*** Opening of Exercise data ***

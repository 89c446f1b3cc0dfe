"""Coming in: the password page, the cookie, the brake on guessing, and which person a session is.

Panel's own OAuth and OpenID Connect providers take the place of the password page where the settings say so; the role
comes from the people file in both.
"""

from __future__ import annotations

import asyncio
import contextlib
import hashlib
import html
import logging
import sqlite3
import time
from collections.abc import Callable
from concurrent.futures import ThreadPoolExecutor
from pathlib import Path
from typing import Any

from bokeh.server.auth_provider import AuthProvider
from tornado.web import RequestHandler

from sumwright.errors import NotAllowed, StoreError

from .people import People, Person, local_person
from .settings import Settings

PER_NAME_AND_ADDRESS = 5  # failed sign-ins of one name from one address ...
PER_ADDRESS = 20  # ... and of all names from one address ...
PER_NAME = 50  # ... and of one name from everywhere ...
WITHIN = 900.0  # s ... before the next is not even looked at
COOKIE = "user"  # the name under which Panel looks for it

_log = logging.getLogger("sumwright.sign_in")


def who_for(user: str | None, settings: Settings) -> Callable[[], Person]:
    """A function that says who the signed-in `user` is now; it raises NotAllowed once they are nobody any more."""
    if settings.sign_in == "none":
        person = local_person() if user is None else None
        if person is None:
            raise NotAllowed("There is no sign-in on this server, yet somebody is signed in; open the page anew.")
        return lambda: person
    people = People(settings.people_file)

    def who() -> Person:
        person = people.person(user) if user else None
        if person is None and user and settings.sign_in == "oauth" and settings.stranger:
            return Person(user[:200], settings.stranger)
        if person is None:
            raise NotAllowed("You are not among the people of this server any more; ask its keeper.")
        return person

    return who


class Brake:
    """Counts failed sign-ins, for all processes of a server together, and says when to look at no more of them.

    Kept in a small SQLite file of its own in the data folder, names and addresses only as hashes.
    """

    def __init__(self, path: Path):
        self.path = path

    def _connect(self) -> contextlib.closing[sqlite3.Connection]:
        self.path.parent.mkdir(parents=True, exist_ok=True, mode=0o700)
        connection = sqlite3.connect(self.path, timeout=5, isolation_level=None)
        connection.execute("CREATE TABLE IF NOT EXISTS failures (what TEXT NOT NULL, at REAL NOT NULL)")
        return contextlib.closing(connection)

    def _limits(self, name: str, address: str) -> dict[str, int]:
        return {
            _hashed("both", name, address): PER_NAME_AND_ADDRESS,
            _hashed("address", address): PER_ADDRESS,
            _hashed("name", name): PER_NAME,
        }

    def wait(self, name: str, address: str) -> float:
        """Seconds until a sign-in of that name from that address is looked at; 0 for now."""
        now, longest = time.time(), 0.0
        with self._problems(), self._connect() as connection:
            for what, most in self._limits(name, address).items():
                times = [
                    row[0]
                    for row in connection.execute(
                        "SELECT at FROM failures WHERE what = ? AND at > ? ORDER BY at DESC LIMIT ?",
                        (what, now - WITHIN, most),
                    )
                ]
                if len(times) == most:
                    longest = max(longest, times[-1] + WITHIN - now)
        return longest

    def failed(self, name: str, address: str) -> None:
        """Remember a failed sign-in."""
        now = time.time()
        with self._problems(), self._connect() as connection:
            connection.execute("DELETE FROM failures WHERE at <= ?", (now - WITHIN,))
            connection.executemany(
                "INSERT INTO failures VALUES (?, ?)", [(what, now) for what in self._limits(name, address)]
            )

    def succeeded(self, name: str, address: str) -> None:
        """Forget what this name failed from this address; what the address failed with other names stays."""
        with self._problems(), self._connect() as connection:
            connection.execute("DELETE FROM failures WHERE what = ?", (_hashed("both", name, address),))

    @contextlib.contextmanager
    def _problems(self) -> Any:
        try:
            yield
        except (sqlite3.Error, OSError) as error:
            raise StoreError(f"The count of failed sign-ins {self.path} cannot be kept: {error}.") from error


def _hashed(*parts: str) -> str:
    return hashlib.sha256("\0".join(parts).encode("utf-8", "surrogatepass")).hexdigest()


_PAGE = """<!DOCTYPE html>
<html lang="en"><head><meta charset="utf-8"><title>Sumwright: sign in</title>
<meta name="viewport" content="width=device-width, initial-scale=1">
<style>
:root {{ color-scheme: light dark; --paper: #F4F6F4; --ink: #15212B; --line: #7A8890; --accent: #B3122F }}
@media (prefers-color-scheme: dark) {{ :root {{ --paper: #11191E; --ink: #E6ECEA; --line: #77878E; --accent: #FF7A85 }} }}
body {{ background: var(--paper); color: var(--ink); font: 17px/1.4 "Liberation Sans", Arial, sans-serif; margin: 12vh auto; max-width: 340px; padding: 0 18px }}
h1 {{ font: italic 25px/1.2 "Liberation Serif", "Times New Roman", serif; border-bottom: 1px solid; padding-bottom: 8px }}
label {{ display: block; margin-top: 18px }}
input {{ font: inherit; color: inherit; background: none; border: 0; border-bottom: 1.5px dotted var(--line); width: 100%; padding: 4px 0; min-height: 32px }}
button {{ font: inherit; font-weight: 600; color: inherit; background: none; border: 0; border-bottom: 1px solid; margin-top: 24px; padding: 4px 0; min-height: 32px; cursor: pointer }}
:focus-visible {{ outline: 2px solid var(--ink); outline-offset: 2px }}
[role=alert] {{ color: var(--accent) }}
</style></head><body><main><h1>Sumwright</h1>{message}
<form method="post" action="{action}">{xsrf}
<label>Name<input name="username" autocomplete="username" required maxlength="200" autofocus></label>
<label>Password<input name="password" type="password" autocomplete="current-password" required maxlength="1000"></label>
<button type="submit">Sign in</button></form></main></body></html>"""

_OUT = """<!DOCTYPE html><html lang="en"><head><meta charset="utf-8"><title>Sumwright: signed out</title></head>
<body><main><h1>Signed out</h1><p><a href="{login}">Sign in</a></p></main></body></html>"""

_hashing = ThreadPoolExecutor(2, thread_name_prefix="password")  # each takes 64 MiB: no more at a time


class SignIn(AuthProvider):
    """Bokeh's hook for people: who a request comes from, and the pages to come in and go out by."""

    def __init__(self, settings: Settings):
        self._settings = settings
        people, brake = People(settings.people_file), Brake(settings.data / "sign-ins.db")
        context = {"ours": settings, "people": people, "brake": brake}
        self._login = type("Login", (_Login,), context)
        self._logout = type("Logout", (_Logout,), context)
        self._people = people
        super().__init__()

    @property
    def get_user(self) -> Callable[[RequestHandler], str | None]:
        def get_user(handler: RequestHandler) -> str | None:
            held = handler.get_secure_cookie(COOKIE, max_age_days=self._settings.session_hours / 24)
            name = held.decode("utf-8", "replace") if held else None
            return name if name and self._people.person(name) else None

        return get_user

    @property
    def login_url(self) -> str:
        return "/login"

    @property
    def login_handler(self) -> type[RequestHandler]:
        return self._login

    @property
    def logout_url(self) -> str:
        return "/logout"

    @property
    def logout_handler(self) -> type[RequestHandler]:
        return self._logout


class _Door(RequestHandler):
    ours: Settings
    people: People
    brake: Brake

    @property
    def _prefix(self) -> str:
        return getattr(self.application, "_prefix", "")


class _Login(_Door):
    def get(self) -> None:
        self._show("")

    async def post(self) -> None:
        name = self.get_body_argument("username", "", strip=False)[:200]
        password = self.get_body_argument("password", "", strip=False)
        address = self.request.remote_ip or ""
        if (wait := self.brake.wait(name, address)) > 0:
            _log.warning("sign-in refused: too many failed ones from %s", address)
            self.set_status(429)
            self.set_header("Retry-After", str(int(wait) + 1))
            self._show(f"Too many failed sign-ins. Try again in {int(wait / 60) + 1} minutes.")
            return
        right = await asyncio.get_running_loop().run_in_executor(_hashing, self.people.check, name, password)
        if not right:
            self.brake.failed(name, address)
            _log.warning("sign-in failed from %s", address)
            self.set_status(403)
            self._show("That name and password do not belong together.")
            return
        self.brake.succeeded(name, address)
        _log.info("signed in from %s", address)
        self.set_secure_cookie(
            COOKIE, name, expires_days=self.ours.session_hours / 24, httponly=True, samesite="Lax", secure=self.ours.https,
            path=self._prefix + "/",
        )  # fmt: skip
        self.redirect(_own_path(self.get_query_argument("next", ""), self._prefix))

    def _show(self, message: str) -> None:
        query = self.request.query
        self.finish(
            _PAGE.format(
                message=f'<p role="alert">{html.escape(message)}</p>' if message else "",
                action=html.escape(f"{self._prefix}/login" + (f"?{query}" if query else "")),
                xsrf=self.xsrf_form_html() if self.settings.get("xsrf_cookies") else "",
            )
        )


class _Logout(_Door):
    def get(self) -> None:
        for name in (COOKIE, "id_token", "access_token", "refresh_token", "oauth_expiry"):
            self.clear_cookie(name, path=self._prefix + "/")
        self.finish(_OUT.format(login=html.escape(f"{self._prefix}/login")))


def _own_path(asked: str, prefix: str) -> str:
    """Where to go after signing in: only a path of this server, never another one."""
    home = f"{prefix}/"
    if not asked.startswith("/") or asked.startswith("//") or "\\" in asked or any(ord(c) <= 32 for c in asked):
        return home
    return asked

*** Close of Exercise data ***
*** Opening of Exercise data ***

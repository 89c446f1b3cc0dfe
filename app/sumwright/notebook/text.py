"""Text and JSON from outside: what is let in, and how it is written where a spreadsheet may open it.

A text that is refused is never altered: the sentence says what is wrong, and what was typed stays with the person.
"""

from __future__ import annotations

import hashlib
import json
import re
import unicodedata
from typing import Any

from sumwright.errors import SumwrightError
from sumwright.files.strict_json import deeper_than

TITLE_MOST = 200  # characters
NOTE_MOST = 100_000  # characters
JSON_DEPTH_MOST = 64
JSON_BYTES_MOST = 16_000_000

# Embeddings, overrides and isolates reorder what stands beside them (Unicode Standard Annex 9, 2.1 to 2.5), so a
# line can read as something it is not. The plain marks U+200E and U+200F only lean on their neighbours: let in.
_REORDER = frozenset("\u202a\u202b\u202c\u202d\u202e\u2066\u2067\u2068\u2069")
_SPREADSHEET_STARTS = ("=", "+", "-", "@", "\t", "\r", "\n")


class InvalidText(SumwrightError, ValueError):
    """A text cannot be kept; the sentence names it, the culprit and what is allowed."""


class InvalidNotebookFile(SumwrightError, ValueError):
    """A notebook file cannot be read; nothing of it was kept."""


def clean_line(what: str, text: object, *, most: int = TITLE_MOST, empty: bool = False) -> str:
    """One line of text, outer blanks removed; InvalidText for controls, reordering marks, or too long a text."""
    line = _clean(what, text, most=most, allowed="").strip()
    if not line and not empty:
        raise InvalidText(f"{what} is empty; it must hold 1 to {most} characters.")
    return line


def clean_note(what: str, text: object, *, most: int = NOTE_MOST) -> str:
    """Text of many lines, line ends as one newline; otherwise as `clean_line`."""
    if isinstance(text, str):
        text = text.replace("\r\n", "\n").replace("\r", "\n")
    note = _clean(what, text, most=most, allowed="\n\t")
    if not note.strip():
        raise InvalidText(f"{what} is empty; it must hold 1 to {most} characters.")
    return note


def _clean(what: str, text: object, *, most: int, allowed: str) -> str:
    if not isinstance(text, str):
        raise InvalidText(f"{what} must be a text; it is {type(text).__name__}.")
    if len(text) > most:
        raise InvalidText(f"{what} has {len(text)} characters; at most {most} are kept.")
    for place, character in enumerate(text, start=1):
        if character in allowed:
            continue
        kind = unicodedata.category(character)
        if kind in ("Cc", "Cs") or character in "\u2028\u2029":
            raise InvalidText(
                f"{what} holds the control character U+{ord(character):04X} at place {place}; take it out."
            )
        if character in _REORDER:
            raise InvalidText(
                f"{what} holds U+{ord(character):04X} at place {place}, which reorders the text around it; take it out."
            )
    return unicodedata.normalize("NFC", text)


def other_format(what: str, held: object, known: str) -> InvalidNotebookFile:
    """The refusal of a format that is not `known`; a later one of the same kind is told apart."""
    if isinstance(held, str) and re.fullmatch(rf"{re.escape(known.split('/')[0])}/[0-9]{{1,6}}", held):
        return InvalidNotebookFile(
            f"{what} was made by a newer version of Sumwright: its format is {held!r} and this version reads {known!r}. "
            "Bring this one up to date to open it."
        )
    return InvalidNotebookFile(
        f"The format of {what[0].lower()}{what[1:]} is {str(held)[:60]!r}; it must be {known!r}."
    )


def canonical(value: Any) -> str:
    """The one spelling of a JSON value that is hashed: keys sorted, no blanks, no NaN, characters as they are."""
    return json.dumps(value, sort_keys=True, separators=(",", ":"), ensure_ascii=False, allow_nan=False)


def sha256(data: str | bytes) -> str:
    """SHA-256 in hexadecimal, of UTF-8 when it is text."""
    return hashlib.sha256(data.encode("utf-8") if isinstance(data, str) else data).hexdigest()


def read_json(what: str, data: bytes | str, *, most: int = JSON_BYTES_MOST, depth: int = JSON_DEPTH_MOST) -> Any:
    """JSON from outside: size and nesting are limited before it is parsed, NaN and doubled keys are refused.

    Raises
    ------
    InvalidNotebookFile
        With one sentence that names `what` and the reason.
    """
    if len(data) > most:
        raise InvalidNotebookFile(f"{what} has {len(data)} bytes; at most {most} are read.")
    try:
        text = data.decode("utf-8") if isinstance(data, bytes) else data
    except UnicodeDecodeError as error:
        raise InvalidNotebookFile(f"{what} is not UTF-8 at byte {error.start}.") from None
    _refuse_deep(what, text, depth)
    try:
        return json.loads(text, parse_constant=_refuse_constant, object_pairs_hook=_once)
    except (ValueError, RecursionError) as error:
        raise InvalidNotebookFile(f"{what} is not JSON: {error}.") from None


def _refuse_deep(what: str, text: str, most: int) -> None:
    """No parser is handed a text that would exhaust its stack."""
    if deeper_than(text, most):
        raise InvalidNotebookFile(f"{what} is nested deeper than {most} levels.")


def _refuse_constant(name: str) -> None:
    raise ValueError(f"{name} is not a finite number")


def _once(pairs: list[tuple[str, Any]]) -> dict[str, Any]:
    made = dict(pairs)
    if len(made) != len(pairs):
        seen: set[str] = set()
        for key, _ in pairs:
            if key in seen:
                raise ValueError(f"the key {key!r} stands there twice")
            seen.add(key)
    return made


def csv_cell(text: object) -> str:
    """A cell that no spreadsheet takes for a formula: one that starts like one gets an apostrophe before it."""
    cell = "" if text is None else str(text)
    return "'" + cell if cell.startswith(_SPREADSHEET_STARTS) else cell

*** Close of Exercise data ***
*** Opening of Exercise data ***

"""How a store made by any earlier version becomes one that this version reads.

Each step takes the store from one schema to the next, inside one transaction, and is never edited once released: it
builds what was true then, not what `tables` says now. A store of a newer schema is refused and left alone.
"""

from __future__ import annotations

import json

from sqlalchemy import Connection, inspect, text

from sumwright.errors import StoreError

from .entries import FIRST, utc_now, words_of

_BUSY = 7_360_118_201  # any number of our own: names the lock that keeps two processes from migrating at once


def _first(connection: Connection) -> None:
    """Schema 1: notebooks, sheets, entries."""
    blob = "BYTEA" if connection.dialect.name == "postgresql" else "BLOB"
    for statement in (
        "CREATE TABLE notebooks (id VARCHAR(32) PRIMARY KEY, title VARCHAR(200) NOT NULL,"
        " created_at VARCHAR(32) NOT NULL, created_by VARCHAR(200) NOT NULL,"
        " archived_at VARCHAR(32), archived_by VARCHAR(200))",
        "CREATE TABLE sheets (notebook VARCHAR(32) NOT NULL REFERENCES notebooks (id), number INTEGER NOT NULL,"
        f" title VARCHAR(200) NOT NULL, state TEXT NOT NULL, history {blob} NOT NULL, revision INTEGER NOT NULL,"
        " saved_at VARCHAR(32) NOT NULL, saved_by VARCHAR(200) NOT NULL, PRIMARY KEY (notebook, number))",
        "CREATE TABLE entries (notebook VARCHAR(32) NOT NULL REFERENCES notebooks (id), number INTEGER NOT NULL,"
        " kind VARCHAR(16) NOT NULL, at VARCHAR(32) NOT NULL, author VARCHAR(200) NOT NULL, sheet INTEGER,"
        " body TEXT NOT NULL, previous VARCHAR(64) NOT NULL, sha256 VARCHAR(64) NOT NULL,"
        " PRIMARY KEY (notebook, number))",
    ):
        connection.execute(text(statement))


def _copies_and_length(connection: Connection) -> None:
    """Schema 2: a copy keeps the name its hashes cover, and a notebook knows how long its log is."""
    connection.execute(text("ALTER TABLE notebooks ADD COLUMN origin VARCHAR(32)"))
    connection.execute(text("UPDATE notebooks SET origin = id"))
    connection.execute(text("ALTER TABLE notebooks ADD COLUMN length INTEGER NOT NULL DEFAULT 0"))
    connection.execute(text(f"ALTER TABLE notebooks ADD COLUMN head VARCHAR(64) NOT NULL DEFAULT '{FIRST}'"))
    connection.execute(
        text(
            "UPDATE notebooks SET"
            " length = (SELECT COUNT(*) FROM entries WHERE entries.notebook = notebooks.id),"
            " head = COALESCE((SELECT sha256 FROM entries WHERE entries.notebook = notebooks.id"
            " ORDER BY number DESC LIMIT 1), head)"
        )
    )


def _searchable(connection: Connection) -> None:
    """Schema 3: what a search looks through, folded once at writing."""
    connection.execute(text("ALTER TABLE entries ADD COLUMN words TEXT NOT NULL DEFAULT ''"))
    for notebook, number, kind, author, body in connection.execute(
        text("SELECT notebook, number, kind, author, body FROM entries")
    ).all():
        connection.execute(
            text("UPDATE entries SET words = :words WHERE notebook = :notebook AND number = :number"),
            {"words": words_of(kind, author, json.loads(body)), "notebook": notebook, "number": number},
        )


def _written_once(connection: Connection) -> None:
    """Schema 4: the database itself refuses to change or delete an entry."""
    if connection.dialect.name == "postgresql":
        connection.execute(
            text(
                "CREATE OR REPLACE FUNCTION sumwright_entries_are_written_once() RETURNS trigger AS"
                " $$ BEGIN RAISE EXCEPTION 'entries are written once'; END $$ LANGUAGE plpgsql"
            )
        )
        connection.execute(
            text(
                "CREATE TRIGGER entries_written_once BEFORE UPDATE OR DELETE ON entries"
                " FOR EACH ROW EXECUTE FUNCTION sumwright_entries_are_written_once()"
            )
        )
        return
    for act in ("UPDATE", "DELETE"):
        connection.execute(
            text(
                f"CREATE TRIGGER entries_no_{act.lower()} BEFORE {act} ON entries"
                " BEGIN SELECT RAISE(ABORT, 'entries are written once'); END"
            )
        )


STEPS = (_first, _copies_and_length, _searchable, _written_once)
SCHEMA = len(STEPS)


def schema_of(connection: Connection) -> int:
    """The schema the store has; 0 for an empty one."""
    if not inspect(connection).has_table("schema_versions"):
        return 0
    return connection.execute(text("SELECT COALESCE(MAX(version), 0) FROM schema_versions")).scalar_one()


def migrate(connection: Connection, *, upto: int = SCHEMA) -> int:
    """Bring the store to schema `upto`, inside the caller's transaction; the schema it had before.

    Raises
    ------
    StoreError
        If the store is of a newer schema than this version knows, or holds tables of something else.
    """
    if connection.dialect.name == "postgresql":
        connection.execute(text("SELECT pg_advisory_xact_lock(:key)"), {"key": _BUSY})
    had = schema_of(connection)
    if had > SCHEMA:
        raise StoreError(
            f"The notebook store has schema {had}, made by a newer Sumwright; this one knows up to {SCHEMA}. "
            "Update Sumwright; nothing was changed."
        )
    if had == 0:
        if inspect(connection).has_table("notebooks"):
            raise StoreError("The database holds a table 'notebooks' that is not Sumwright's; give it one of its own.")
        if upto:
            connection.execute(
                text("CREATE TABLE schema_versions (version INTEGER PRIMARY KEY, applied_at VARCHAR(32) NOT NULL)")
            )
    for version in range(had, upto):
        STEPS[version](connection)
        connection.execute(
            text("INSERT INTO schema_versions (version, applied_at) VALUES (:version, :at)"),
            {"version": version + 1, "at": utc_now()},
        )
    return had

*** Close of Exercise data ***

● **Exercise**:
From the records above, copy only the lines starting with the line that holds "TABLE entries (notebook" and going on through the line that holds "a copy keeps", exactly as written.

● **Result of this exercise**:
        "CREATE TABLE entries (notebook VARCHAR(32) NOT NULL REFERENCES notebooks (id), number INTEGER NOT NULL,"
        " kind VARCHAR(16) NOT NULL, at VARCHAR(32) NOT NULL, author VARCHAR(200) NOT NULL, sheet INTEGER,"
        " body TEXT NOT NULL, previous VARCHAR(64) NOT NULL, sha256 VARCHAR(64) NOT NULL,"
        " PRIMARY KEY (notebook, number))",
    ):
        connection.execute(text(statement))


def _copies_and_length(connection: Connection) -> None:
    """Schema 2: a copy keeps the name its hashes cover, and a notebook knows how long its log is."""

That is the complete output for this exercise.